# MLA ??



## dgehricke (Oct 27, 2018)

Hi All,
Does anyone know whats going on with Andy Lofquist's web site Metal lathe accessories it shows it being parked on the domain.
Thanks
dgehricke


----------



## jcp (Oct 27, 2018)

I sent him a note about the dividing head he used to offer. He said all the castings for the various parts had been sold for that tool. I didn't ask about anything else. This was about 3-4 months ago. I went back about 4 days ago looking for the larger steady rest kit and got the same 'parked' message as you. Haven't got a clue past that.


----------



## John Dilsaver (Oct 28, 2018)

I just encountered the same 'parked' domain notice.  I was hoping to order some castings.


----------



## Superburban (Oct 29, 2018)

If someone has his e-mail address, try e-mailing him. Could be that his domain name has expired, and he just needs to pay the bill.


----------



## projectnut (Oct 29, 2018)

I do have an e mail address for Andy Lofquist.  It's from several years ago, but I believe it is still active.  If anyone is interested in contacting him please let me know.  I'm not sure how to get the address to interested parties without putting it in a post.


----------



## John Dilsaver (Oct 29, 2018)

I just contacted him by email.  All is well, something is up with the website, but he's still there, and he was checking into what the web-issue is.  
JohnD
Sparta, MO


----------



## dgehricke (Nov 9, 2018)

great its good to see he's still around we are loosing to many old timers
dgehricke


----------



## John Dilsaver (Nov 9, 2018)

I just received a set of castings from him in yesterday's mail.  Very well packaged and prompt.
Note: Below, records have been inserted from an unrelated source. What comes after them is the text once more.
def _infimum(loss: MarginLoss, weights: np.ndarray, beta: float, labels, support) -> Optimum:
    """No finite minimiser: the infimum of L, reached as the strongly connected
    components separate without bound. Pairs across components contribute
    lim_{x -> inf} f(x); pairs inside a component keep their finite optimum."""
    f_limit = float(loss(torch.tensor(1e4, dtype=torch.float64)))
    value = 0.0
    for x in range(weights.shape[0]):
        w = weights[x]
        strong = _strong_components(w)
        inside = strong[:, None] == strong[None, :]
        value += f_limit * float(w[~inside].sum())
        for c in np.unique(strong):
            members = np.flatnonzero(strong == c)
            if len(members) < 2:
                continue
            sub = w[np.ix_(members, members)]
            if not sub.any():
                continue
            sub_labels = weak_components(sub)
            h_sub, _, _ = _newton(loss, sub, beta, np.zeros(len(members)), sub_labels)
            value += population_loss(loss, sub[None], h_sub[None], beta=beta)
    return Optimum(False, None, value, "no finite optimum: the win graph is not strongly connected (Ford 1957)",
                   None, False, support, labels,
                   [f"{loss.name} has no finite per-pair optimum at p = 1, and some responses are never "
                    "beaten by the rest: their log-ratios grow without bound"])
Nice to see today that his website is back up.
John Dilsaver
Sparta, MO


----------



## glc (Jul 11, 2019)

What is Andy Lofquist's email adress? His website appears to still be down.


----------



## eeler1 (Jul 11, 2019)

Here’s the new url;






						Metal Lathe
					

Metal Lathe Accessories in the Pine Grove Mills, PA area.



					mlatoolbox.com
				




For some reason the old one is kaput.


----------